**WORK TASK**
Nothing but the lines from the start of the records through the line that contains "form, direction aside." is to be copied, and each is to be copied exactly.

++++ RECORDS SUPPLIED

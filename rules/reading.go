package rules

import (
	"strings"

	"dextral/core/convention"
)

// Reading says in words how the claims have the value read, the parts that
// matter for its form only: "quaternion, scalar last (x y z w)".
func (v *Value) Reading() string {
	parts := []string{v.Form.String()}
	for _, s := range readSubjects[v.Form] {
		if c, ok := v.Claims.On(s); ok {
			parts = append(parts, c.Says.String())
		}
	}
	if c, ok := v.Claims.On(convention.OfDirection); ok {
		parts = append(parts, c.Says.String())
	}
	return strings.Join(parts, ", ")
}

// readSubjects are the subjects that matter for a form, direction aside.
var readSubjects = map[convention.Form][]convention.Subject{
	convention.Quaternion:     {convention.OfScalar, convention.OfProduct},
	convention.Rotation:       {convention.OfStorage},
	convention.Transform:      {convention.OfStorage},
	convention.Angles:         {convention.OfSequence, convention.OfUnit},
	convention.RotationVector: {convention.OfUnit},
	convention.AxisAngle:      {convention.OfUnit},
	convention.Triad:          {convention.OfHand},
	convention.AxisMap:        {convention.OfHand},
}
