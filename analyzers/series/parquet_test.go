package series

import (
	"bytes"
	"context"
	"math"
	"testing"

	"github.com/parquet-go/parquet-go"
	"github.com/stretchr/testify/assert"
	"github.com/stretchr/testify/require"

	"dextral/core/convention"
	"dextral/rules"
)

// state is a row with a nested group that may be null, a list and a column of words.
type state struct {
	Time int64 `parquet:"time,timestamp(microsecond)"`
	Pose struct {
		Orientation *pose
	}
	Note string
	Quat []float32 `parquet:"quat,list"`
}

type pose struct{ X, Y, Z, W float64 }

// states are a turn about z, one degree every 10 ms, quaternions negated in rows
// 60 to 79, none in row 30.
func states(n int) []state {
	all := make([]state, n)
	for i := range all {
		half := float64(i) * math.Pi / 360
		w, z := math.Cos(half), math.Sin(half)
		if i+1 >= 60 && i+1 < 80 {
			w, z = -w, -z
		}
		s := &all[i]
		s.Time, s.Note = 1_700_000_000_000_000+int64(i)*10_000, "on"
		if i+1 != 30 {
			s.Pose.Orientation = &pose{Z: z, W: w}
		}
		s.Quat = []float32{float32(w), 0, 0, float32(z)}
	}
	return all
}

func parquetFile(t testing.TB, rows []state, options ...parquet.WriterOption) []byte {
	t.Helper()
	var b bytes.Buffer
	w := parquet.NewGenericWriter[state](&b, options...)
	for len(rows) > 0 { // a row group each
		n := min(len(rows), 70)
		_, err := w.Write(rows[:n])
		require.NoError(t, err)
		require.NoError(t, w.Flush())
		rows = rows[n:]
	}
	require.NoError(t, w.Close())
	return b.Bytes()
}

func TestParquet(t *testing.T) {
	for name, option := range map[string]parquet.WriterOption{
		"plain": parquet.Compression(&parquet.Uncompressed), "snappy": parquet.Compression(&parquet.Snappy),
		"zstd": parquet.Compression(&parquet.Zstd), "small pages": parquet.PageBufferSize(64), "version 1": parquet.DataPageVersion(1),
	} {
		file := parquetFile(t, states(200), option)
		r, err := ReadParquet(context.Background(), "tern.parquet", bytes.NewReader(file), int64(len(file)), Options{})
		require.NoError(t, err, name)
		require.Len(t, r.Channels, 2, name)
		assert.Empty(t, r.Undecided, name)
		assert.EqualValues(t, 200, r.Rows, name)

		s := r.Channels[0]
		assert.Equal(t, "Pose.Orientation", s.Value.Key)
		assert.Equal(t, convention.ScalarFirst, s.Value.Claims.Scalar(), "by the names of its columns")
		assert.EqualValues(t, 1, s.Gaps.Count, name)
		assert.EqualValues(t, 30, s.Gaps.First.Row, name)
		assert.EqualValues(t, 2, s.Continuity.JumpCount, name)
		assert.False(t, s.Float32)
		assert.Equal(t, "us", s.Clock.Unit)
		assert.InDelta(t, 1.99e6, s.Clock.Span, 1e-9)

		q := r.Channels[1]
		assert.Equal(t, "quat", q.Value.Key)
		assert.True(t, q.Float32)
		assert.Zero(t, q.Gaps.Count)
		found := rules.CheckSeries(q)
		require.Len(t, found, 1, name)
		assert.Equal(t, "sign-jump", found[0].Rule)
		assert.EqualValues(t, 60, found[0].Place.Row)
	}
}

// A file that is cut off has lost its directory; one with no orientation is silent.
func TestParquetWithout(t *testing.T) {
	file := parquetFile(t, states(10))
	_, err := ReadParquet(context.Background(), "p", bytes.NewReader(file), int64(len(file)-9), Options{})
	assert.ErrorContains(t, err, "cut off")

	var b bytes.Buffer
	require.NoError(t, parquet.Write(&b, []struct{ X, Y, Z float64 }{{1, 2, 3}}))
	r, err := ReadParquet(context.Background(), "p", bytes.NewReader(b.Bytes()), int64(b.Len()), Options{})
	require.NoError(t, err)
	assert.Empty(t, r.Channels)
	assert.Empty(t, r.Undecided)
}

// Damage anywhere ends reading with an error or is not seen; it never panics.
func TestParquetDamaged(t *testing.T) {
	file := parquetFile(t, states(20))
	for i := range file {
		damaged := bytes.Clone(file)
		damaged[i] ^= 0xff
		assert.NotPanics(t, func() {
			_, _ = ReadParquet(context.Background(), "p", bytes.NewReader(damaged), int64(len(damaged)), Options{})
		})
	}
}

// A list that claims two thousand million items, in the footer and in a page header,
// is refused before memory is asked for.
func TestParquetClaims(t *testing.T) {
	huge := []byte{0x29, 0xfc, 0xff, 0xff, 0xff, 0xff, 0x07, 0x00} // field 2: list of structs
	file := append([]byte("PAR1"), huge...)
	file = append(file, byte(len(huge)), 0, 0, 0)
	file = append(file, "PAR1"...)
	_, err := ReadParquet(context.Background(), "p", bytes.NewReader(file), int64(len(file)), Options{})
	assert.ErrorIs(t, err, errThrift)

	file = parquetFile(t, states(3))
	damaged := bytes.Clone(file)
	copy(damaged[4:], huge) // the first page header
	_, err = ReadParquet(context.Background(), "p", bytes.NewReader(damaged), int64(len(damaged)), Options{})
	assert.Error(t, err)
}

func FuzzParquet(f *testing.F) {
	f.Add(parquetFile(f, states(3)))
	f.Add([]byte("PAR1\x00\x00\x00\x00PAR1"))
	f.Fuzz(func(t *testing.T, file []byte) {
		if len(file) > 1<<14 {
			return
		}
		r, err := ReadParquet(context.Background(), "p", bytes.NewReader(file), int64(len(file)), Options{})
		if err == nil && len(r.Channels) > 0 && r.Rows == 0 {
			t.Fatal("channels of no rows")
		}
	})
}
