package rules

import (
	"fmt"
	"math"

	"dextral/core/convention"
	"dextral/core/matrix"
	"dextral/core/rotor"
	"dextral/core/tolerance"
)

// The rules of this file rest on one fact: for every rotation R and every
// orthogonal M with determinant -1, R^T M has determinant -1 and so an
// eigenvalue -1. Whatever rotation is put in the place of a mirror, some
// direction comes out exactly reversed.
const mirrorEffect = "whatever rotation takes its place, some direction is off by 180 deg"

// properRotation judges a matrix, or the 3x3 part of a rigid transform, that
// claims to be a rotation: its determinant first, then its orthonormality.
func properRotation(v *Value) *Finding {
	m, ok := v.rotationPart()
	claim, claimed := v.FormClaim()
	if !ok || !claimed {
		return nil
	}
	if m == (matrix.Mat3{}) {
		return unset(v)
	}
	if hand, ok := v.Claims.On(convention.OfHand); ok && hand.Source == Declaration && hand.Says == convention.LeftHanded {
		if m.Det() < 0 {
			return nil // between frames of different hand, as declared
		}
		return notMirrored(v, hand, m)
	}
	if m.Det() < 0 {
		return mirrored(v, claim, m)
	}
	return orthonormal(v, claim, m)
}

// notMirrored judges a map between a right-handed and a left-handed frame, which has
// to mirror.
func notMirrored(v *Value, hand Claim, m matrix.Mat3) *Finding {
	f := finding(MirroringAxisMap, v, hand, "%s maps between two frames of which one is declared left-handed, but its determinant is %.4g: it does not mirror; some direction is off by 180 deg", v.name(), m.Det())
	f.Evidence = []Evidence{{What: "determinant", Stated: Plain(-1), Computed: Plain(m.Det()), Residual: Plain(m.Det() + 1)}}
	f.Remedy = "correct the declared axes, or reverse one axis of the map"
	return f
}

func mirrored(v *Value, claim Claim, m matrix.Mat3) *Finding {
	f := finding(MirroredRotation, v, claim, "%s claims a %s, but its determinant is %.4g: it mirrors; %s",
		v.name(), v.Form, m.Det(), mirrorEffect)
	f.Evidence = []Evidence{
		{What: "determinant", Stated: Plain(1), Computed: Plain(m.Det()), Residual: Plain(m.Det() - 1)},
		{What: "defect |M^T M - 1|", Stated: Plain(0), Computed: Plain(matrix.Defect(m))},
	}
	f.Remedy = "two rows or columns exchanged, or an odd number of signs changed, make a mirror; compare with the axes drawn in the installation"
	if n, ok := mirrorNormal(m); ok {
		f.Evidence = append(f.Evidence, Evidence{What: "direction it reverses", Computed: Words(vector(n))})
	}
	return f
}

// mirrorNormal returns the direction that an orthogonal matrix of determinant
// -1 reverses: the axis of the rotation -m.
func mirrorNormal(m matrix.Mat3) (rotor.Vec, bool) {
	near, _, ok := matrix.NearestOrthogonal(m)
	if !ok {
		return rotor.Vec{}, false
	}
	turned := near.Scale(-1).Rotor()
	return turned.Bivector().Axis().Scale(-1).Unit()
}

func orthonormal(v *Value, claim Claim, m matrix.Mat3) *Finding {
	precision := v.precision()
	defect := matrix.Defect(m)
	if defect <= precision.Defect() {
		return nil
	}
	if firstOrder(m, precision.Defect()) {
		return firstOrderAngles(v, m)
	}
	near, distance, ok := matrix.Nearest(m)
	f := finding(MatrixNotOrthonormal, v, claim, "%s claims a %s, but its columns are not orthonormal", v.name(), v.Form)
	f.Evidence = []Evidence{
		{What: "defect |M^T M - 1|", Stated: Plain(0), Computed: Plain(defect)},
		{What: "defect that the digits written allow", Computed: Plain(precision.Defect())},
		{What: "determinant", Stated: Plain(1), Computed: Plain(m.Det()), Residual: Plain(m.Det() - 1)},
	}
	for j, axis := range [...]string{"x", "y", "z"} {
		n := m.Column(j).Norm()
		f.Evidence = append(f.Evidence, Evidence{What: "length of column " + axis, Stated: Plain(1), Computed: Plain(n), Residual: Plain(n - 1)})
	}
	if !ok {
		f.Message += "; its rank is so low that no nearest rotation is determined, and the error has no bound below 180 deg"
		return f
	}
	f.Evidence = append(f.Evidence, Evidence{What: "distance to the nearest rotation", Stated: Plain(0), Computed: Plain(distance)})
	if s, _, ok := matrix.Scale(m); ok && scaled(precision, m, s) {
		f.Message += fmt.Sprintf("; it is a rotation times %s: lengths change, directions by 0 deg", digits(s))
		f.Remedy = "divide all nine numbers by " + digits(s) + ", and keep the scale under a name of its own"
		return f
	}
	f.Message += fmt.Sprintf("; against the nearest rotation an axis is off by %s", degrees(worstColumn(m, near)))
	f.Remedy = "if it was typed or rounded, take it again from its source; if it was computed, normalise it there"
	f.Edit = v.normalisedMatrix(near, distance)
	return f
}

// scaled reports whether m/s is a rotation as far as the digits show.
func scaled(p tolerance.Precision, m matrix.Mat3, s float64) bool {
	p.Half /= s
	return matrix.Defect(m.Scale(1/s)) <= p.Defect()
}

// worstColumn is the largest angle between a column of m and the same column of
// a rotation, in radians.
func worstColumn(m, near matrix.Mat3) float64 {
	worst := 0.0
	for j := range 3 {
		worst = math.Max(worst, angleBetween(m.Column(j), near.Column(j)))
	}
	return worst
}

func angleBetween(a, b rotor.Vec) float64 { return math.Atan2(a.Cross(b).Norm(), a.Dot(b)) }

// firstOrder reports whether m is 1 plus a skew matrix of small angles, which
// is how first-order attitude corrections are written on purpose.
func firstOrder(m matrix.Mat3, allowed float64) bool {
	const small = 0.2 // rad; beyond it the second order, 1 - cos, exceeds 2 % and nobody drops it on purpose (common practice, no source)
	symmetric := 0.0
	for i := range 3 {
		for j := range 3 {
			s := m[i][j] + m[j][i]
			if i == j {
				s -= 2
			}
			symmetric = math.Max(symmetric, math.Abs(s))
		}
	}
	skew := rotor.Vec{X: m[2][1], Y: m[0][2], Z: m[1][0]}
	return symmetric <= allowed && skew.Norm() < small
}

func firstOrderAngles(v *Value, m matrix.Mat3) *Finding {
	theta := rotor.Vec{X: m[2][1], Y: m[0][2], Z: m[1][0]}
	turn := rotor.FromRotationVector(theta)
	near, _, _ := matrix.Nearest(m)
	miss := rotor.Angle(turn, near.Rotor())
	return &Finding{
		Rule: FirstOrderAngles, Level: Note, Place: v.Place, Key: v.Key,
		Message: fmt.Sprintf("%s is the identity plus first-order small angles, a rotation by %s only up to %s",
			v.name(), degrees(theta.Norm()), degrees(math.Max(miss, theta.Norm()*theta.Norm()/2))),
		Evidence: []Evidence{
			{What: "angles about x, y, z", Computed: Words(fmt.Sprintf("%s, %s, %s", degrees(theta.X), degrees(theta.Y), degrees(theta.Z)))},
			{What: "defect |M^T M - 1|", Stated: Plain(0), Computed: Plain(matrix.Defect(m))},
		},
	}
}

// triadHand judges three axes that claim a handedness. Only a stated claim of
// right hand, or of a rotation, can be contradicted.
func triadHand(v *Value) *Finding {
	m, ok := v.rotationPart()
	claim, stated := v.Claims.On(convention.OfHand)
	if !ok || !stated || m.Det() == 0 {
		return nil
	}
	hand := convention.RightHanded
	if m.Det() < 0 {
		hand = convention.LeftHanded
	}
	if claim.Says == hand {
		return nil
	}
	x, y, z := m.Column(0), m.Column(1), m.Column(2)
	f := finding(LeftHandedTriad, v, claim, "%s claims %s axes, but x cross y is opposite to z: the triad is %s, and z is off by 180 deg from where the claim puts it",
		v.name(), claim.Says, hand)
	if hand == convention.RightHanded {
		f.Message = fmt.Sprintf("%s claims left-handed axes, but x cross y is along z: the triad is right-handed, and z is off by 180 deg from where the claim puts it", v.name())
	}
	f.Evidence = []Evidence{
		{What: "x . (y cross z)", Stated: Plain(-m.Det()), Computed: Plain(m.Det()), Residual: Plain(2 * m.Det())},
		{What: "x cross y", Computed: Words(vector(x.Cross(y)))},
		{What: "z as given", Stated: Words(vector(z))},
	}
	f.Remedy = "reverse one axis or exchange two, or declare the frame " + hand.String()
	return f
}

// axisMapHand judges a map between the axes of two frames.
func axisMapHand(v *Value) *Finding {
	m, ok := v.rotationPart()
	if !ok {
		return nil
	}
	if hand, stated := v.Claims.On(convention.OfHand); m.Det() > 0 && stated && hand.Source == Declaration && hand.Says == convention.LeftHanded {
		return notMirrored(v, hand, m)
	}
	if m.Det() >= 0 {
		return nil
	}
	claim, _ := v.FormClaim()
	f := finding(MirroringAxisMap, v, claim, "%s maps right-handed axes to left-handed ones (determinant -1); %s", v.name(), mirrorEffect)
	if hand, stated := v.Claims.On(convention.OfHand); stated {
		if hand.Says == convention.LeftHanded {
			return nil // one of the two frames is declared left-handed, and the map must mirror
		}
		f = finding(MirroringAxisMap, v, hand, "%s", f.Message)
	}
	f.Evidence = []Evidence{{What: "determinant", Stated: Plain(1), Computed: Plain(m.Det()), Residual: Plain(m.Det() - 1)}}
	if n, ok := mirrorNormal(m); ok {
		f.Evidence = append(f.Evidence, Evidence{What: "direction it reverses", Computed: Words(vector(n))})
	}
	f.Remedy = "an exchange of two axes needs one sign change to stay a rotation; check the sign of the remaining axis"
	return f
}
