package rules

import (
	"math"
	"testing"

	"dextral/core/convention"

	"github.com/stretchr/testify/assert"
	"github.com/stretchr/testify/require"
)

// What gimbal lock leaves determined, by algebra: Rz(a) Ry(90 deg) Rx(b) = Ry(90 deg) Rx(b-a),
// and at -90 deg the sum; a label that fits both kinds of axes names neither.
func TestKeptAtGimbalLock(t *testing.T) {
	message := func(text, numbers string) string {
		found := CheckValues([]*Value{value(convention.Angles, numbers, label(t, text), convention.Degree)})
		require.Len(t, found, 1)
		return found[0].Message
	}
	assert.Contains(t, message("z-y'-x''", "50.0 90.0 20.0"), "only their difference, 30 deg, is determined")
	assert.Contains(t, message("z-y'-x''", "50.0 -90.0 20.0"), "only their sum, 70 deg, is determined")
	assert.Contains(t, message("z-y-x about fixed axes", "50.0 90.0 20.0"), "only their sum, 70 deg, is determined")
	assert.Contains(t, message("zyx", "50.0 90.0 20.0"), "their sum or difference is")
}

// Gimbal lock is noted where both outer angles say something, whatever the unit.
func TestGimbalLock(t *testing.T) {
	zyx := label(t, "z-y'-x''")
	for text, want := range map[string]string{"30.0 90.0 20.0": "note gimbal-locked", "30.0 -90.0 20.0": "note gimbal-locked", "30.0 89.9 20.0": "", "30.0 90.0 0.0": "", "90.0 30.0 90.0": ""} {
		assert.Equal(t, want, rules(CheckValues([]*Value{value(convention.Angles, text, zyx, convention.Degree)})), text)
	}
	assert.Equal(t, "note gimbal-locked", rules(CheckValues([]*Value{value(convention.Angles, "0.3 1.570796 0.2", zyx, convention.Radian)})))
	assert.Empty(t, CheckValues([]*Value{value(convention.Angles, "30.0 90.0 20.0", label(t, "z-x'-z''"), convention.Degree)}))
}

// Degrees where radians are stated show by their size and by being round; angles that
// ran on do not.
func TestLargeAngle(t *testing.T) {
	xyz := label(t, "x-y-z about fixed axes")
	for text, want := range map[string]string{"0 90 0": "warning angle-beyond-turn", "0 -45 180": "warning angle-beyond-turn", "0 1.5708 0": "", "0 7.1 0": "", "0 0 5": "", "0 3600 0": "", "10 1.5 0": ""} {
		assert.Equal(t, want, rules(CheckValues([]*Value{value(convention.Angles, text, xyz, convention.Radian)})), text)
	}
	assert.Empty(t, CheckValues([]*Value{value(convention.Angles, "0 720 0", xyz, convention.Degree)}))
}

// A stated range holds to the digits written, ends included; without one angles run on.
func TestStatedRange(t *testing.T) {
	zyx := label(t, "z-y'-x''")
	half := convention.Range{Low: -math.Pi, High: math.Pi}
	for text, want := range map[string]string{
		"0 0 180": "", "-180.0 20.5 180.0": "", "0.0 0.0 180.1": "error angle-out-of-range",
		"0 0 -190.0": "error angle-out-of-range", "nan 0 0": "error not-finite",
	} {
		assert.Equal(t, want, rules(CheckValues([]*Value{value(convention.Angles, text, zyx, convention.Degree, half)})), text)
	}
	assert.Empty(t, CheckValues([]*Value{value(convention.Angles, "0.0 0.0 725.0", zyx, convention.Degree)}))
	assert.Empty(t, CheckValues([]*Value{value(convention.Angles, "0.0 0.0 3.1416", zyx, convention.Radian, half)}))
	for text, remedy := range map[string]string{"0.0 0.0 215.0": "-145 deg", "0.0 0.0 -530.0": "-170 deg", "0.0 0.0 575.0": "-145 deg"} {
		found := CheckValues([]*Value{value(convention.Angles, text, zyx, convention.Degree, half)})
		require.Len(t, found, 1)
		assert.Contains(t, found[0].Remedy, remedy)
	}
	narrow := CheckValues([]*Value{value(convention.Angles, "0.0 0.0 40.0", zyx, convention.Degree, convention.Range{Low: -0.5, High: 0.5})})
	require.Len(t, narrow, 1)
	assert.Equal(t, "correct the angle, or the range that is stated", narrow[0].Remedy)
}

++++++++

**ANSWER SECTION**
filename rules/reading.go
package rules

import (
	"strings"

	"dextral/core/convention"
)

// Reading says in words how the claims have the value read, the parts that
// matter for its form only: "quaternion, scalar last (x y z w)".
func (v *Value) Reading() string {
	parts := []string{v.Form.String()}
	for _, s := range readSubjects[v.Form] {
		if c, ok := v.Claims.On(s); ok {
			parts = append(parts, c.Says.String())
		}
	}
	if c, ok := v.Claims.On(convention.OfDirection); ok {
		parts = append(parts, c.Says.String())
	}
	return strings.Join(parts, ", ")
}

// readSubjects are the subjects that matter for a form, direction aside.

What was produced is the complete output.